In the cell below, replace None
to add a OneHotEncoder
step to the fireplace_qu
pipeline:
# Replace None with appropriate code
fireplace_qu_pipe = Pipeline(steps=[
("impute", SimpleImputer(strategy="constant", fill_value="N/A")),
(
"one_hot_encode", # String label for the step
None # OneHotEncoder with categories="auto" and handle_unknown="ignore"
)
])
Test it out here:
# Run this cell without changes
# ColumnTransformer for columns requiring preprocessing
preprocess_cols_transformer = ColumnTransformer(transformers=[
("fireplace_qu", fireplace_qu_pipe, ["FireplaceQu"]),
("impute_frontage", SimpleImputer(strategy="median"), ["LotFrontage"]),
("encode_street", OneHotEncoder(categories="auto", drop="first"),["Street"])
], remainder="passthrough")
# ColumnTransformer for all original features that we want to keep
relevant_cols_transformer = ColumnTransformer(transformers=[
("preprocess", preprocess_cols_transformer, columns_needing_preprocessing),
("passthrough", FunctionTransformer(), passthrough_columns)
], remainder="drop")
# Feature union (currently only contains original features)
feature_union = FeatureUnion(transformer_list=[
("original_features", relevant_cols_transformer),
("engineered_features", feature_eng)
])
# Pipeline (currently only contains feature union)
pipe = Pipeline(steps=[
("all_features", feature_union)
])
pipe.fit_transform(X_train)
# Transform X_train and create dataframe for readability
X_train_transformed = pipe.fit_transform(X_train)
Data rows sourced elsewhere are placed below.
import { useEffect, useState } from 'react';
import { z } from 'zod';
import { http, onReach } from '../../lib/http.js';
import { t } from './text.js';

const AGAIN_MS = 5_000;
const alive = z.looseObject({ ok: z.literal(true) });

/** Says that the shop's computer does not answer, and goes when it does; it is asked every few seconds meanwhile. */
export function ConnectionBanner() {
  const [cut, setCut] = useState(false);
  useEffect(() => {
    const lost = () => setCut(true);
    window.addEventListener('offline', lost);
    const stop = onReach((reached) => setCut(!reached));
    return () => {
      window.removeEventListener('offline', lost);
      stop();
    };
  }, []);
  useEffect(() => {
    if (!cut) return;
    const timer = setInterval(() => void http.get('/health/live', alive).catch(() => undefined), AGAIN_MS);
    return () => clearInterval(timer);
  }, [cut]);
  return (
    <div role="status" className="lb-cut-place no-print">
      {cut && <p className="lb-cut">{t('cut')}</p>}
    </div>
  );
}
# It's pretty involved to get the OHE names here. Most of the
# time you don't need this step, the idea is just to improve
# dataframe readability for you, so these labels are hard-coded
df_columns = [
# One-hot encoded FireplaceQu
'Ex', 'Fa', 'Gd', 'N/A', 'Po', 'TA',
# Other preprocessed columns
'LotFrontage', 'Street',
# Other columns that need to be preprocessed eventually
'GrLivArea', 'LotArea', 'YearBuilt', 'OverallQual',
# Passthrough columns
'BedroomAbvGr', 'YrSold', 'MoSold', 'FullBath', 'Fireplaces',
'YearRemodAdd', 'OverallCond', 'TotRmsAbvGrd', 'LotFrontage_Missing'
]
pd.DataFrame(
X_train_transformed,
columns=df_columns
)
Now is a good time to look at the overall pipeline again, to understand what all the pieces are doing and compare them to the image above:
# Run this cell without changes
pipe
Now we're finally at the point where we can make a prediction, using pipe
to preprocess the data, and an ElasticNet
model to predict!
# Run this cell without changes
model = ElasticNet(random_state=1)
model.fit(X_train_transformed, y_train)
model.score(X_train_transformed, y_train)
(Note: this time we skipped over converting the True
and False
values into 1
and 0
, because we know that we are using a scikit-learn model that will typecast those appropriately. You could create a pipeline to convert the MissingIndicator
results into one-hot encoded values if you wanted to!)